▸ REQUIREMENT: Please say how many lines in the records below contain the word "setLabel", giving only the number.

▸ PROVIDED INFORMATION:

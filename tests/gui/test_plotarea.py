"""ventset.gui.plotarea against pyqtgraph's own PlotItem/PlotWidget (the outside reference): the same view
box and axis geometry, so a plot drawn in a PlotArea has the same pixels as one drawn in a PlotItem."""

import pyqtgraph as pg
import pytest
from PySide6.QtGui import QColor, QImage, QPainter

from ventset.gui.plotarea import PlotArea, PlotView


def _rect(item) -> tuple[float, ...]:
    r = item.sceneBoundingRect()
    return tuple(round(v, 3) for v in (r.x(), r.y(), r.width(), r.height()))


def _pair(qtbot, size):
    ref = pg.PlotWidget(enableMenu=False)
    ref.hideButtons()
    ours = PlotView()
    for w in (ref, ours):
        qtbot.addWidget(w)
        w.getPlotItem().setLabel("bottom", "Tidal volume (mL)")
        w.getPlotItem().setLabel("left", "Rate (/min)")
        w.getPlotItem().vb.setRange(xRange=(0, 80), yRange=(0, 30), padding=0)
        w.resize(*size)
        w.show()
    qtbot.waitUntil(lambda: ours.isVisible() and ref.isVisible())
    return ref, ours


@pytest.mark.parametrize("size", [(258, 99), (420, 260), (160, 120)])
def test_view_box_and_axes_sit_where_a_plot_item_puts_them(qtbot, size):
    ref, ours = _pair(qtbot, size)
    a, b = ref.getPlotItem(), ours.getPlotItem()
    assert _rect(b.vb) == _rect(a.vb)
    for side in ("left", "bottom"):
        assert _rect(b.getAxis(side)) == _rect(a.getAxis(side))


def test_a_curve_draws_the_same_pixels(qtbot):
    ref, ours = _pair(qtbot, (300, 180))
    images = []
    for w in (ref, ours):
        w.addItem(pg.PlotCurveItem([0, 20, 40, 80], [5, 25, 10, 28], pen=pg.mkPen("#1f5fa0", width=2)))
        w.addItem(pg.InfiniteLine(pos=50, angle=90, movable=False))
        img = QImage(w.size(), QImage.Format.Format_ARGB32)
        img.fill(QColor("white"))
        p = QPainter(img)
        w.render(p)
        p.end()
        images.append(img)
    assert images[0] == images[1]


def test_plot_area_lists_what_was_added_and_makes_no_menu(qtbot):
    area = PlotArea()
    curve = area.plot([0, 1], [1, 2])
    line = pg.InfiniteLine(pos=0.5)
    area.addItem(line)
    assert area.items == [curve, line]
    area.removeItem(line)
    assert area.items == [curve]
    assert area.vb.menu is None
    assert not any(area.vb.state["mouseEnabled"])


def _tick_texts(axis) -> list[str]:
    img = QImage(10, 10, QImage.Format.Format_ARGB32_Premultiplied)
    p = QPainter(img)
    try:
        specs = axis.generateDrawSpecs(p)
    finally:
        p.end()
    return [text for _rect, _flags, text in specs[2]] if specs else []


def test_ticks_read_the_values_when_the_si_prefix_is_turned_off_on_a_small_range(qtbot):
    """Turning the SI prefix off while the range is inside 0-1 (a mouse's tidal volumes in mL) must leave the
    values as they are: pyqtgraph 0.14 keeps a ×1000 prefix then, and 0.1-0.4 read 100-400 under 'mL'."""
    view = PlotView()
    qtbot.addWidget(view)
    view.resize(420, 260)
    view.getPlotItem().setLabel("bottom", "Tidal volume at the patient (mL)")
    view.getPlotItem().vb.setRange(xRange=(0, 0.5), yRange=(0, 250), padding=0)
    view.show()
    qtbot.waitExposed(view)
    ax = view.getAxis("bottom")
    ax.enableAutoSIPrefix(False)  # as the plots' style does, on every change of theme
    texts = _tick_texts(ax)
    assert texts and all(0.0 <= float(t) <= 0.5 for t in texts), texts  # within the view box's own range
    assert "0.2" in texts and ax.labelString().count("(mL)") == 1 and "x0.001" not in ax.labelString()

▸ TASK OUTPUT: 3